*Task instructions*
Give the lines again exactly as they appear, beginning at the one with "(infinite(k) ? ic.yMm[k]" and ending at the last line of the records.
►
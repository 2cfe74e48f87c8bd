/**
 * The suspension curves as CSV: the caution, then one row per travel step, a column per curve and per
 * cog, the unit in each column's name. Numbers are written in full (the shortest
 * decimal that reads back to the same double); a value that does not exist (no chain
 * line, an instant centre at infinity in the position columns) is an empty cell.
 */
import { IC_FINITE, IC_INDETERMINATE, IC_INFINITE } from '../linkage/analysis';
import { SUSPENSION_CAUTION, type SuspensionReport } from '../suspension';

/** The instant centre's kind by name, as the CSV and `loci analyze` write it. */
export function instantCentreKindName(kind: number): 'finite' | 'infinite' | 'indeterminate' | 'unassembled' {
  if (kind === IC_FINITE) return 'finite';
  if (kind === IC_INFINITE) return 'infinite';
  if (kind === IC_INDETERMINATE) return 'indeterminate';
  return 'unassembled';
}

/** Per-cog columns: `anti_squat_pct_cog3_14t` is the third cog of the cassette, 14 teeth. */
export const PER_COG_CSV_COLUMNS = ['anti_squat_pct', 'chain_growth_mm', 'chain_growth_turning_cog_mm', 'kickback_deg'] as const;

export function cogColumnName(column: (typeof PER_COG_CSV_COLUMNS)[number], cogIndex: number, teeth: number): string {
  return `${column}_cog${cogIndex + 1}_${teeth}t`;
}

/**
 * CSV text of every curve of a report (RFC 4180, CRLF line ends): the caution as a `#`
 * comment line (a file travels without the page that showed the caution), then the
 * header, then one row per step.
 */
export function suspensionCurvesCsv(report: SuspensionReport): string {
  const c = report.curves;
  const columns: { readonly name: string; readonly at: (k: number) => number | string }[] = [
    { name: 'step', at: (k) => k },
    { name: 'travel_mm', at: (k) => c.travelMm[k] },
    { name: 'shock_length_mm', at: (k) => c.shockLengthMm[k] },
    { name: 'shock_travel_mm', at: (k) => c.shockTravelMm[k] },
    { name: 'axle_x_mm', at: (k) => c.axleXMm[k] },
    { name: 'axle_y_mm', at: (k) => c.axleYMm[k] },
    { name: 'axle_rearward_mm', at: (k) => c.rearwardMm[k] },
    { name: 'leverage_ratio', at: (k) => c.leverageRatio[k] },
  ];
  const force = c.springForceN;
  const rate = c.wheelRateNPerMm;
  if (force !== null && rate !== null) {
    columns.push({ name: 'spring_force_n', at: (k) => force[k] }, { name: 'wheel_rate_n_per_mm', at: (k) => rate[k] });
  }
  columns.push({ name: 'anti_rise_pct', at: (k) => c.antiRisePct[k] });
  const floating = c.antiRiseFloatingPct;
  if (floating !== null) columns.push({ name: 'anti_rise_floating_brake_pct', at: (k) => floating[k] });
  const ic = c.icPath;
  const finite = (k: number) => ic.kind[k] === IC_FINITE;
  const infinite = (k: number) => ic.kind[k] === IC_INFINITE;
  columns.push(
    { name: 'ic_kind', at: (k) => instantCentreKindName(ic.kind[k]) },
    { name: 'ic_x_mm', at: (k) => (finite(k) ? ic.xMm[k] : NaN) },
    { name: 'ic_y_mm', at: (k) => (finite(k) ? ic.yMm[k] : NaN) },
    { name: 'ic_direction_x', at: (k) => (infinite(k) ? ic.xMm[k] : NaN) },
    { name: 'ic_direction_y', at: (k) => (infinite(k) ? ic.yMm[k] : NaN) },
  );
  const perCog = {
    anti_squat_pct: c.antiSquatPct,
    chain_growth_mm: c.chainGrowthMm,
    chain_growth_turning_cog_mm: c.chainGrowthTurningCogMm,
    kickback_deg: c.kickbackDeg,
  } as const;
  for (const column of PER_COG_CSV_COLUMNS) {
    c.cogTeeth.forEach((teeth, i) => {
      const values = perCog[column][i];
      columns.push({ name: cogColumnName(column, i, teeth), at: (k) => values[k] });
    });
  }
  const cell = (v: number | string) => (typeof v === 'string' ? v : Number.isFinite(v) ? String(v) : '');
  const lines = [`# ${SUSPENSION_CAUTION}`, columns.map((col) => col.name).join(',')];
  for (let k = 0; k < c.steps; k++) lines.push(columns.map((col) => cell(col.at(k))).join(','));
  return `${lines.join('\r\n')}\r\n`;
}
◄
*Answer to the exercise*
    { name: 'ic_direction_y', at: (k) => (infinite(k) ? ic.yMm[k] : NaN) },
  );
  const perCog = {
    anti_squat_pct: c.antiSquatPct,
    chain_growth_mm: c.chainGrowthMm,
    chain_growth_turning_cog_mm: c.chainGrowthTurningCogMm,
    kickback_deg: c.kickbackDeg,
  } as const;
  for (const column of PER_COG_CSV_COLUMNS) {
    c.cogTeeth.forEach((teeth, i) => {
      const values = perCog[column][i];
      columns.push({ name: cogColumnName(column, i, teeth), at: (k) => values[k] });
    });
  }
  const cell = (v: number | string) => (typeof v === 'string' ? v : Number.isFinite(v) ? String(v) : '');
  const lines = [`# ${SUSPENSION_CAUTION}`, columns.map((col) => col.name).join(',')];
  for (let k = 0; k < c.steps; k++) lines.push(columns.map((col) => cell(col.at(k))).join(','));
  return `${lines.join('\r\n')}\r\n`;
}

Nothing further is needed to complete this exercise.